In the present case, it is clear from the allegations of Armi that petitioner minor is an
illegitimate child because she was never married to private respondent. Considering that the
latter strongly asserts that he is not the father of petitioner minor, the latter is therefore an
unrecognized illegitimate child. As such, he must bear the surname of his mother.

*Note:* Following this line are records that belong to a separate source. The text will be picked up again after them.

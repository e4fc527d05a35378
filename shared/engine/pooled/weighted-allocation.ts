import type { AllocationProblem } from './allocation-problem';
import { marginalAllocation, type MarginalAllocationResult } from './marginal-allocation';

/** Relative slack on the combined target, so that the bound it gives is never above the truth through rounding. */
const SLACK = 1e-12;

/**
 * Fewest participants for a single combined target: Σ_m μ_m · (Σ_i w_im)/R_m ≥ 1, where
 * w_im = 1/(s_im² + τ_m²) and R_m is the total weight measure m needs. Every allocation meeting
 * all targets (Σ_i w_im ≥ R_m for each m) meets this combined one, so — the weights being
 * concave, as in fewestParticipants — its total is a lower bound on the fewest participants
 * that meet all targets, for every weighting μ; and when the allocation happens to meet every
 * target, it is the fewest possible. One marginal-allocation run from the floors.
 * Domain: μ_m ≥ 0 with at least one μ_m > 0 on measures with finite R_m (not checked: internal).
 * Source: a surrogate (weighted-sum) relaxation of the multi-target problem (common practice).
 * @example weightedAllocation(problem, [1]).allocation // [105, 105, 100] (problem as in makeAllocationProblem's example)
 */
export function weightedAllocation(problem: AllocationProblem, weighting: readonly number[]): MarginalAllocationResult {
  const used = weighting.flatMap((mu, m) => (mu > 0 ? [{ m, scale: mu / (problem.requiredWeight[m] ?? 1) }] : []));
  return marginalAllocation(
    problem.floors,
    problem.caps,
    (site, n) => used.reduce((g, { m, scale }) => g + scale * problem.weightGain(site, m, n), 0),
    (allocation) => used.reduce((v, { m, scale }) => v + scale * problem.totalWeight(allocation, m), 0) >= 1 - SLACK,
  );
}
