/**
 * Proposes per-site n meeting every pooled target (summary CI width, and prediction-interval width
 * where set) for the chosen objective, within each site's [minimumN, capacity]:
 * - fewest-participants: marginal allocation (fewestParticipants), then a check;
 * - shortest-recruitment: the shortest common duration T with n_i = min(cap_i, ⌊rate_i·T⌋)
 *   (shortestRecruitment), then the fewest participants within those n_i.
 * When even full capacity falls short it says so, measure by measure, with the best widths the
 * sites can reach, and names targets that no sample size can meet (heterogeneity floors) and the
 * fewest sites that could. Every proposal is re-checked with pooledPrecision before it is returned;
 * no site is ever given more than its capacity. τ is the anticipated between-site SD, taken as known.
 * Domain: 1–10,000 sites with distinct ids; capacity a whole number 1–100,000,000 or 'unlimited'
 * (searched up to 100,000,000); minimumN a whole number ≥ 1; accrual > 0 (required for
 * shortest-recruitment); one SE function per site and measure, finite > 0 and not increasing in n;
 * 1–100 measures with τ ≥ 0 and target widths > 0. Outside it a DomainError names the field.
 * Sources: DerSimonian & Laird, Control Clin Trials 1986, doi:10.1016/0197-2456(86)90046-2;
 * J R Stat Soc A 2009, doi:10.1111/j.1467-985X.2008.00552.x; marginal allocation (common practice).
 * @example planPooledAllocation({ sites, measures: [slope], objective: 'fewest-participants' }).allocation.map((a) => a.n) // [105, 105, 100]
 *   (se = (n) => 1 / Math.sqrt(n); slope with τ 0.05, width 0.25; sites A, B, C with minimum 10 and capacity 400, 400, 100);
 *   with accrual 10, 20, 5 per month, 'shortest-recruitment' gives [94, 188, 47] and maxMonths 9.4
 */
export function planPooledAllocation(input: PooledPlanInput): PooledPlan {
  validate(input);
  const { sites, measures, objective } = input;
  const confidence = input.confidence ?? 0.95;
  const caps = sites.map((s) => (s.capacity === 'unlimited' ? MAX_SITE_N : s.capacity));
  const floors = sites.map((s) => s.minimumN);
  const seAtN: SeAtN[][] = sites.map((s) => measures.map((m) => s.seAtN[m.id] as SeAtN));
  const siteIds = sites.map((s) => s.id);
  const build = (upper: readonly number[]): AllocationProblem =>
    makeAllocationProblem({ measures, seAtN, siteIds, floors, caps: upper, confidence });
  const rates = sites.map((s) => s.accrualPerMonth ?? null);
  const allRates = rates.every((r) => r !== null);
  const describe = (allocation: readonly number[]): SiteAllocation[] =>
    allocation.map((n, i) => {
      const site = sites[i] as PlannerSite;
      const rate = rates[i] ?? null;
      return {
        siteId: site.id,
        n,
        minimumN: site.minimumN,
        capacity: site.capacity,
        atCapacity: n >= (caps[i] ?? n),
        months: rate === null ? null : n / rate,
      };
    });
  const longest = (allocation: readonly number[]): number | null =>
    allRates ? allocation.reduce((m, n, i) => Math.max(m, n / (rates[i] ?? 1)), 0) : null;
  const sum = (allocation: readonly number[]): number => allocation.reduce((s, n) => s + n, 0);
  const method = objective === 'fewest-participants' ? METHOD_FEWEST : METHOD_SHORTEST;
  const anyUnlimited = sites.some((s) => s.capacity === 'unlimited');
  const outcome = (
    status: PooledPlanStatus,
    allocation: readonly number[],
    precision: readonly PooledMeasurePrecision[],
    messages: string[],
    lower: number | null,
    proven: boolean,
  ): PooledPlan => ({
    status,
    objective,
    allocation: describe(allocation),
    totalN: sum(allocation),
    maxMonths: longest(allocation),
    precision,
    lowerBoundTotalN: lower,
    minimalTotalProven: proven,
    messages,
    method,
    references: REFERENCES,
  });

  const full = build(caps);
  const atCaps = full.precision(caps);
  const tooSmall = sites.flatMap((s, i) =>
    s.minimumN > (caps[i] ?? 0)
      ? [`Site ${s.id}: its minimum n (${formatCount(s.minimumN)}) is more than it can recruit (${formatCount(caps[i] ?? 0)}).`]
      : [],
  );
  if (tooSmall.length > 0 || atCaps.some((p) => !p.meets)) {
    const messages = [...tooSmall, ...shortfallMessages(atCaps, confidence, anyUnlimited)];
    messages.push(
      'The pooled targets cannot be met with the sites at hand; the figures shown are the best the sites can reach at full capacity.',
    );
    return outcome('infeasible', caps, atCaps, messages, null, false);
  }

  let upper = caps;
  let durationNote: string | null = null;
  if (objective === 'shortest-recruitment') {
    const fastest = shortestRecruitment(
      full,
      rates.map((r) => r ?? 1),
    );
    if (fastest.allocation === null || fastest.months === null) {
      return outcome(
        'not-converged',
        caps,
        atCaps,
        [`The search for the shortest recruitment did not converge: ${fastest.reason ?? ''}.`],
        null,
        false,
      );
    }
    upper = [...fastest.allocation];
    const last = fastest.allocation.flatMap((n, i) => (n / (rates[i] ?? 1) === fastest.months ? [sites[i]?.id ?? ''] : []));
    durationNote = `Recruitment can end after ${formatMonths(fastest.months)}, the shortest possible at these accrual rates; the last to finish: ${last.join(', ')}.`;
  }
  const problem = objective === 'shortest-recruitment' ? build(upper) : full;
  const gains = diminishingGains(problem);
  const everyMeasure = measures.map((_, m) => m);
  const phased = fewestParticipants(problem, everyMeasure);
  if (phased.allocation === null) {
    return outcome(
      'not-converged',
      caps,
      atCaps,
      [`The allocation search did not converge: ${phased.reason ?? ''}.`],
      null,
      false,
    );
  }
  // Several measures: lower bounds and more candidates from the measures' targets combined.
  const search = measures.length > 1 ? searchCombinedTargets(problem, phased.allocation) : null;
  const allocation = search?.best ?? phased.allocation;
  // One measure: the marginal allocation itself is the fewest (when gains shrink), hence its own bound.
  const lowerBound = search?.lowerBound ?? sum(allocation);
  const boundWeighting = search === null ? null : search.boundWeighting;
  const only = boundWeighting === null ? -1 : boundWeighting.findIndex((mu) => mu === 1);
  const boundLabel =
    boundWeighting === null ? null : only >= 0 ? `what ${measures[only]?.label ?? ''} alone needs` : 'from the targets combined';
  const precision = problem.precision(allocation);
  if (!precision.every((p) => p.meets) || allocation.some((n, i) => n > (upper[i] ?? 0) || n < (floors[i] ?? 0))) {
    return outcome(
      'not-converged',
      caps,
      atCaps,
      ['The proposal failed its final check against the targets; no allocation is proposed.'],
      null,
      false,
    );
  }
  const total = sum(allocation);
  // The bounds rest on shrinking gains; without them only the sites' minimums bound the total.
  const bound = gains.holds ? lowerBound : sum(floors);
  const proven = gains.holds && total === bound;

  const messages: string[] = [
    `Every pooled target is met with ${formatCount(total)} participants across ${formatCount(sites.length)} sites.`,
  ];
  if (durationNote !== null) messages.push(durationNote);
  const within = objective === 'shortest-recruitment' ? ' that finishes in that time' : '';
  if (proven) {
    messages.push(`No allocation${within} within the sites' capacities and minimums meets the targets with fewer participants.`);
  } else if (gains.holds && total > bound) {
    messages.push(
      `No allocation${within} can meet the targets with fewer than ${formatCount(bound)} participants (${boundLabel ?? "the sites' minimums"}); ` +
        `this one uses ${formatCount(total)}: the measures favour different sites, and the balance found is not guaranteed to be the smallest.`,
    );
  }
  if (!gains.holds) {
    messages.push(
      `The precision gained per participant did not shrink steadily (${gains.where ?? ''}), so this proposal meets the targets but may not be the smallest.`,
    );
  }
  const capped = sites.filter((_, i) => (allocation[i] ?? 0) >= (caps[i] ?? 0)).map((s) => s.id);
  if (capped.length > 0) messages.push(`Recruiting to capacity: ${capped.join(', ')}.`);
  return outcome('feasible', allocation, precision, messages, bound, proven);
}
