import type { AllocationProblem } from './allocation-problem';
import { geometricGrid } from './geometric-grid';

/** Whether each site's weight gains were seen to shrink as n grows, and where they did not. */
export interface DiminishingGainsCheck {
  readonly holds: boolean;
  /** Where a gain grew, e.g. "site 2, calibration slope, between n = 40 and n = 64". */
  readonly where?: string;
}

const GRID_POINTS = 24;
/** Relative slack for floating-point noise in the gains. */
const SLACK = 1e-7;

/**
 * Samples the gain in weight w(n+1) − w(n), w = 1/(s(n)² + τ²), at 24 points spaced evenly on a
 * log scale from each site's floor to its cap, for every measure, and checks that it never grows
 * (beyond a 1e-7 relative slack for rounding). This is the condition under which the marginal
 * allocation gives the fewest participants (see fewestParticipants); it holds for every
 * s² = a/(n − c) + b with b ≥ 0. A sampled check: it can miss a bump between grid points.
 * Also raises (through weightGain) a DomainError when an SE grows with n.
 * Source: concavity condition of marginal analysis (common practice).
 * @example diminishingGains(problem).holds // true (problem as in makeAllocationProblem's example)
 */
export function diminishingGains(problem: AllocationProblem): DiminishingGainsCheck {
  for (let site = 0; site < problem.k; site++) {
    const floor = problem.floors[site] ?? 1;
    const last = (problem.caps[site] ?? floor) - 1;
    if (last <= floor) continue;
    const grid = geometricGrid(floor, last, GRID_POINTS);
    for (let m = 0; m < problem.measures.length; m++) {
      let previous = Number.POSITIVE_INFINITY;
      let previousN = floor;
      for (const n of grid) {
        const g = problem.weightGain(site, m, n);
        if (g > previous * (1 + SLACK)) {
          return {
            holds: false,
            where: `site ${site + 1}, ${problem.measures[m]?.label ?? ''}, between n = ${previousN} and n = ${n}`,
          };
        }
        previous = g;
        previousN = n;
      }
    }
  }
  return { holds: true };
}
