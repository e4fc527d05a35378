// Input shapes shared by the pooled (across-sites) functions. Every width and standard error is on
// the scale the per-site standard error is on: the log scale for O/E, the measure's own scale for
// the calibration slope, CITL, R² and the C statistic.

/** Per-site standard error of a measure's estimate as a function of the site's n. */
export type SeAtN = (n: number) => number;

/** Precision wanted for the random-effects summary of one measure across sites. */
export interface PooledTarget {
  /** Largest acceptable width of the summary confidence interval. */
  readonly maxSummaryCiWidth: number;
  /** Largest acceptable width of the prediction interval for a new site; omitted when none is wanted. */
  readonly maxPredictionIntervalWidth?: number;
}

/** One performance measure pooled across sites. */
export interface PooledMeasure {
  readonly id: string;
  readonly label: string;
  /** Anticipated between-site SD of the true site values (judged or taken from earlier validations), ≥ 0. */
  readonly tau: number;
  readonly target: PooledTarget;
}

/**
 * How many participants a site can recruit in the recruitment window: a whole number, or the
 * explicit word 'unlimited' (never assumed when the capacity is unknown). 'unlimited' is searched up
 * to MAX_SITE_N.
 */
export type SiteCapacity = number | 'unlimited';

/** The largest n the planner considers at one site (the project document's limit for a count). */
export const MAX_SITE_N = 100_000_000;

/** A site as the pooled planner sees it. */
export interface PlannerSite {
  readonly id: string;
  readonly capacity: SiteCapacity;
  /** Smallest n the site may be given (e.g. its own site-specific requirement when the aim is both). */
  readonly minimumN: number;
  /** Participants recruited per month; needed only for the shortest-recruitment objective. */
  readonly accrualPerMonth?: number;
  /** Per-site standard error at n, keyed by measure id; one entry per pooled measure. */
  readonly seAtN: Readonly<Record<string, SeAtN>>;
}
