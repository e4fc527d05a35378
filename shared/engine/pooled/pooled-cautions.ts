// Cautions that go with every pooled (across-sites) figure, beside the general cautions in
// shared/text/cautions.ts (statistical precision only; defer to ethics committees, regulators
// and local practice).

/** The approximations behind the pooled figures and what the planner must supply, in plain words. */
export const POOLED_CAUTIONS: readonly string[] = [
  'The between-site SD τ is an anticipated value: take it from earlier validations of this or similar models, or judge it; the pooled figures depend on it strongly, so look at them across its plausible range.',
  'Planning treats τ as known. The analysis will estimate τ from the sites, and its summary interval will usually be wider than planned, most of all with few sites.',
  'Per-site standard errors come from large-sample formulas at the planned n; sites with few participants or events may be less precise than shown.',
  'The prediction interval for a new site uses t with K − 2 degrees of freedom and needs at least 3 sites; with heterogeneity it cannot be narrower than 2·t·τ, however many participants are recruited.',
  'Widths are on the scale the measure is pooled on (the log scale for O/E).',
];
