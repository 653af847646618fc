// GET ?q&sort&dir&page&pageSize: one page of customers (admin, prepress).
import { requestActor } from "@/lib/auth/request-actor";
import { listCustomers } from "@/lib/customers/customers";
import { errorResponse } from "@/lib/errors";

export const runtime = "nodejs";
export const dynamic = "force-dynamic";

export async function GET(request: Request) {
  try {
    const actor = await requestActor(request);
    return Response.json(await listCustomers(actor, Object.fromEntries(new URL(request.url).searchParams)), { headers: { "Cache-Control": "no-store" } });
  } catch (error) {
    return errorResponse(error);
  }
}
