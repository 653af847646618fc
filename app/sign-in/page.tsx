import type { Metadata } from "next";
import { redirect } from "next/navigation";
import { AuthCard } from "@/components/auth/auth-card";
import { SignInForm } from "@/components/auth/sign-in-form";
import { Notice } from "@/components/ui/notice";
import { SIGN_IN_FAILED_MESSAGE } from "@/lib/auth/credentials";
import { getActor } from "@/lib/auth/session";

export const metadata: Metadata = { title: "Sign in" };

/** Only same-site paths are followed after sign-in. */
function safeCallback(value: string | string[] | undefined): string {
  const path = Array.isArray(value) ? value[0] : value;
  if (!path) return "/";
  try {
    const url = new URL(path, "http://local.invalid");
    return url.origin === "http://local.invalid" ? `${url.pathname}${url.search}` : "/";
  } catch {
    return "/";
  }
}

export default async function SignInPage(props: { searchParams: Promise<Record<string, string | string[] | undefined>> }) {
  const searchParams = await props.searchParams;
  const callbackUrl = safeCallback(searchParams.callbackUrl);
  if (await getActor()) redirect(callbackUrl);
  const failed = searchParams.error ? SIGN_IN_FAILED_MESSAGE : undefined;
  return (
    <AuthCard title="Sign in" intro="Press-sheet inspection against approved artwork.">
      {searchParams.password === "set" && (
        <div className="mb-5">
          <Notice tone="ok">Your password is set. Sign in with it now.</Notice>
        </div>
      )}
      <SignInForm callbackUrl={callbackUrl} failedMessage={SIGN_IN_FAILED_MESSAGE} initialError={failed} />
      <p className="mt-6 text-xs text-ink-muted">No account yet? An administrator at your printer sends you an invitation.</p>
    </AuthCard>
  );
}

In sum, the substantive and procedural aspects of the instant controversy do not warrant the
annulment of the trial court’s decision.
Married Woman
Remo v. Secretary of Foreign Affairs, G.R. No. 169202, March 5, 2010
Facts:
Petitioner Maria Virginia V. Remo is a married Filipino citizen whose Philippine passport was
then expiring on 27 October 2000. Petitioner being married to Francisco R. Rallonza, the
following entries appear in her passport: "Rallonza" as her surname, "Maria Virginia" as her
given name, and "Remo" as her middle name. Prior to the expiry of the validity of her passport,
petitioner, whose marriage still subsists, applied for the renewal of her passport with the DFA
office in Chicago, Illinois, U.S.A., with a request to revert to her maiden name and surname in
the replacement passport.
Petitioner’s request having been denied, Atty. Manuel Joseph R. Bretana III, representing
petitioner, wrote then Secretary of Foreign Affairs Domingo Siason expressing a similar request.
DFA, through Assistant Secretary Belen F. Anota, denied the request. Petitioner’s motion for
reconsideration of the above-letter resolution was denied in a letter. Petitioner filed an appeal
with the Office of the President.
The Office of the President dismissed the appeal and ruled that Section 5(d) of Republic Act No.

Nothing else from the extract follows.